La normazione del matrimonio è contenuta in 131 cànoni (dal 1012 al 1143). La finalità del matrimonio è espressa nel primo comma del can. 1013: “Il fine primario del matrimonio è la procreazione e l’educazione della prole; il fine secondario è il vicendevole aiuto e il rimedio della concupiscenza“.
La sua essenza è espressa nel secondo comma: “Le proprietà essenziali del matrimonio sono l’unità e l’indissolubilità, le quali nel matrimonio cristiano vengono ad assumere una particolare fermezza in ragione del sacramento“. Vediamo qui compendiata tutta la dottrina evangelica, patristica e teologica dei secoli cristiani.
Col progresso dei tempi si sentì il bisogno di una più ampia sintesi del pensiero cristiano su un argomento così importante, purtroppo bistrattato da romanzieri e filosofi anticlericali e anticristiani, e il Papa Pio XI se ne assunse il delicato compito con una nuova enciclica, la Casti connubii (1930), frutto di lunga riflessione e di larga esperienza. Con essa il Papa si propone di esporre “a tutta la Chiesa e a tutto il genere umano la natura del matrimonio cristiano, la sua dignità, i vantaggi e i benefici che ne derivano alla famiglia e alla stessa umana società, nonché gli errori contrari a questo gravissimo punto della dottrina evangelica, i vizi che si oppongono alla vita coniugale e i principali rimedi da apportarvi“.
Sembrerà strano che il Papa si rivolga a tutto il genere umano per parlare del matrimonio cristiano, ma cesserà ogni sorpresa nel leggere l’esordio della profonda e chiara enciclica che prende le mosse dall’insegnamento di Leone XIII.

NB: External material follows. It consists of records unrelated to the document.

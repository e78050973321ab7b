package multigrid

import (
	"context"
	"math"

	"epslim/solver/grid"
	"epslim/solver/volume"
)

// level is one grid of the hierarchy: the operator with unit diagonal,
// e_k = b_k + sum over neighbours of coef * e_neighbour.
type level struct {
	grid   *grid.Grid
	op     *volume.Operator // links are dropped once the level is built, geometry stays
	lay    volume.Layout
	coef   [][]float32 // coef[2*link]: from the upper neighbour, coef[2*link+1]: from the lower one
	shift  []int       // displacement along the first axis of each neighbour
	rows   [][]int32   // row of each neighbour, -1 beyond a side
	scale  []float64   // diagonal of the operator; dropped when the level is complete
	weight []float32   // scale of a cell over scale of its parent: residuals add up with these weights
	x, b   []float32
	xs, bs []float32 // second visit of a W-cycle
	lines  []lineFactor
	dense  []float32 // coarsest level: inverse, row by row
	slabs  int       // pieces along the last axis
	slab   int       // rows in one of them
	full   bool      // links off the axes: four colours
	serial bool      // odd periodic axis: two neighbours of one colour, kept on one goroutine
	up     *transfer // to the next finer level
}

// newLevel allocates a level for an operator.
func newLevel(m *volume.Operator) *level {
	l := &level{grid: m.Grid, op: m, lay: m.Layout}
	n := 2 * len(m.Links)
	block := volume.Block32(n+3, m.Layout.Len)
	l.x, l.b, l.weight = block[n], block[n+1], block[n+2]
	for c := 0; c < n; c++ {
		l.coef = append(l.coef, block[c])
		li := c / 2
		rows := make([]int32, m.Layout.Rows)
		s := m.Links[li].Step[0]
		for r := range rows {
			if c%2 == 0 {
				rows[r] = int32(m.UpperRow(li, r))
			} else {
				rows[r] = int32(m.LowerRow(li, r))
			}
		}
		if c%2 == 1 {
			s = -s
		}
		l.shift, l.rows = append(l.shift, s), append(l.rows, rows)
	}
	d := m.Grid.Dim()
	l.slabs = m.Grid.Axis(d - 1).Cells()
	if d == 1 {
		l.slabs = 1
	}
	l.slab = m.Layout.Rows / l.slabs
	l.full = len(m.Links) > d
	for a := 1; a < d; a++ {
		if ax := m.Grid.Axis(a); ax.IsPeriodic() && ax.Cells()%2 == 1 {
			l.serial = true
		}
	}
	return l
}

func (l *level) workers() int {
	if l.serial || l.lay.Rows*l.lay.Nx < 1<<14 || l.slabs < 8 {
		return 1
	}
	return l.op.Workers()
}

// each runs body over pieces of whole slabs, given as rows.
func (l *level) each(body func(worker, lo, hi int)) {
	volume.Parallel(l.workers(), l.slabs, func(w, a, e int) { body(w, a*l.slab, e*l.slab) })
}

// normalise fills the coefficients from the operator.
func (l *level) normalise(shift float64, adjoint bool) {
	l.scale = l.op.Layout.Vector()
	l.each(func(_, lo, hi int) {
		n := l.lay.Nx
		inv := make([]float64, n)
		for r := lo; r < hi; r++ {
			s := l.lay.Row(r)
			sc := l.scale[s:][:n]
			l.op.DiagonalRow(sc, r, shift)
			for i, d := range sc {
				inv[i] = 0
				if d > 0 {
					inv[i] = 1 / d
				}
			}
			for c := range l.coef {
				link := &l.op.Links[c/2]
				at := s // where the link is stored, and which of its sides feeds this row
				rate := link.Back
				if c%2 == 1 {
					at, rate = l.lay.Row(int(l.rows[c][r]))+l.shift[c], link.Out
				}
				if adjoint {
					rate = link.Out
					if c%2 == 1 {
						rate = link.Back
					}
				}
				normaliseRow(l.coef[c][s:][:n], rate[at:][:n], inv)
			}
		}
	})
}

func (l *level) wrap(v []float32, r int) {
	if !l.lay.PeriodicX {
		return
	}
	s, n := l.lay.Row(r), l.lay.Nx
	for g := 1; g <= l.lay.Ghost; g++ {
		v[s-g] = v[s+n-1-(g-1)%n]
		v[s+n+g-1] = v[s+(g-1)%n]
	}
}

// transfer holds the geometry between a level and the next finer one.
type transfer struct {
	merged [grid.MaxDim]bool
	parent [grid.MaxDim][]int32   // parent[d][i]: coarse cell of fine cell i along axis d
	other  [grid.MaxDim][]int32   // the second coarse cell that is interpolated from
	share  [grid.MaxDim][]float32 // its weight
	even   bool                   // first axis merged in pairs of equal width throughout
}

func newTransfer(fine, coarse *grid.Grid, merged []bool) *transfer {
	t := &transfer{}
	for d := 0; d < grid.MaxDim; d++ {
		if d >= fine.Dim() {
			t.parent[d], t.other[d], t.share[d] = []int32{0}, []int32{0}, []float32{0}
			continue
		}
		t.merged[d] = merged[d]
		f, c := fine.Axis(d), coarse.Axis(d)
		n, nc := f.Cells(), c.Cells()
		even := merged[d] && n%2 == 0
		for i := 0; i < n; i++ {
			p, o, w := i, i, 0.0
			if merged[d] {
				p, o = i/2, i/2-1+2*(i%2)
				if i == n-1 && n%2 == 1 {
					o = p - 1
				}
				delta := math.Abs(f.Center(i) - c.Center(p))
				switch {
				case o >= 0 && o < nc:
					w = delta / math.Abs(c.Center(o)-c.Center(p))
				case c.IsPeriodic():
					o = (o + nc) % nc
					w = delta / (0.5 * (c.Width(o) + c.Width(p)))
				default:
					o = p
				}
				if o != p && math.Abs(w-0.25) > 1e-6 {
					even = false
				}
			}
			t.parent[d] = append(t.parent[d], int32(p))
			t.other[d] = append(t.other[d], int32(o))
			t.share[d] = append(t.share[d], float32(w))
		}
		if d == 0 {
			t.even = even
		}
	}
	return t
}

// children returns the fine indices of coarse index c along axis d.
func (t *transfer) children(d, c int) (lo, hi int) {
	if !t.merged[d] {
		return c, c + 1
	}
	return 2 * c, min(2*c+2, len(t.parent[d]))
}

// coarsen picks the axes to merge: those with at least half as many cells as
// the longest, never below four.
func coarsen(g *grid.Grid) []bool {
	longest := 0
	for _, n := range g.Shape() {
		longest = max(longest, n)
	}
	merge := make([]bool, g.Dim())
	for d, n := range g.Shape() {
		merge[d] = n > 4 && 2*n > longest
	}
	return merge
}

const coarsestCells = 100

// assembleLevels builds the operators of all grids from the given one down to
// the coarsest: by merging links, or from the coefficients where there are
// links off the axes.
func assembleLevels(ctx context.Context, m *volume.Operator, c volume.Coefficients) ([]*level, error) {
	levels := []*level{newLevel(m)}
	for g := m.Grid; g.Cells() > coarsestCells; {
		merge := coarsen(g)
		cg := g.Coarsen(merge)
		if cg.Cells() == g.Cells() {
			break
		}
		fine := levels[len(levels)-1].op
		var cm *volume.Operator
		var err error
		if len(m.Links) == m.Grid.Dim() {
			cm, err = volume.Coarsen(fine, merge)
		} else {
			cm, err = volume.Assemble(ctx, cg, c, volume.Settings{Workers: m.Workers()})
		}
		if err != nil {
			return nil, err
		}
		l := newLevel(cm)
		l.up = newTransfer(g, cg, merge)
		levels = append(levels, l)
		g = cg
	}
	return levels, nil
}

“Resti anzitutto stabilito questo inconcusso e inviolabile fondamento, che il matrimonio non fu istituito né restaurato dagli uomini, ma da Dio; non dagli uomini, ma da Dio autore della natura; e da Gesù Cristo Redentore della medesima natura fu presidiato di leggi e confermato e nobilitato: le quali leggi perciò non possono andar soggette a verun giudizio umano e a veruna contraria convenzione, nemmeno degli stessi coniugi. Questa è la dottrina della S. Scrittura, questa la costante e universale tradizione della Chiesa, questa la solenne definizione del Concilio di Trento“.

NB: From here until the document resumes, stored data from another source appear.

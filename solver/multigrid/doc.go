// Package multigrid solves the linear systems of the finite-volume operator of
// solver/volume: the singular stationary problem M p = 0 and the regular ones
// (M + shift V) x = b and (M^T + shift V) x = b.
//
// A geometric multigrid cycle, kept in single precision, preconditions
// BiCGStab in double precision. Every coarse operator is discretised anew from
// the coefficients on the merged grid, so it is an M-matrix with zero column
// sums like the fine one. Unknowns are the ratios u = p/q to a reference
// density q that every level computes for itself on the way up from the
// coarsest grid (a full multigrid start); rows are scaled to unit diagonal. In
// these variables a density that spans hundreds of decades is a vector of
// ones, and single precision is enough for the corrections. Compare Trottenberg,
// Oosterlee and Schuller, Multigrid (Academic Press 2001), sections 2.6, 5.1
// and 7.8, and for the scaling by the current iterate Horton and Leutenegger,
// Proc. SIGMETRICS 1994, 191-200.
//
// The package imports solver/grid and solver/volume.
package multigrid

La libertà dell’uomo di fronte al matrimonio è di sposarsi o non sposarsi, di scegliersi liberamente la persona del coniuge; ma la natura del matrimonio è assolutamente sottratta all’arbitrio dei singoli, sicché una volta che uno abbia contratto il matrimonio, resta soggetto alle sue leggi e deve riconoscerne e accettarne le proprietà essenziali.
Il matrimonio quindi non è un semplice contratto umano di cose materiali, ma esso istituisce una nuova condizione di vita a due, assai diversa dalla vita individuale, poiché ha implicanze sociali del massimo rilievo, essendo la famiglia la cellula fondamentale della società e dello Stato. “Mediante il connubio – scrive il Pontefice – si congiungono e si stringono intimamente gli animi, prima e più fortemente che non i corpi, né già per un passeggero affetto sensibile, ma per un volere fermo e deliberato: da questa fusione di anime – così avendo stabilito Iddio – sorge un vincolo sacro e inviolabile“.
Ricordiamo il celebre detto di s. Agostino: Homines sunt voluntates, “gli uomini sono essenzialmente delle volontà”. Chi non ha fermezza di volontà di fronte a impegni sociali, non è degno del nome di uomo.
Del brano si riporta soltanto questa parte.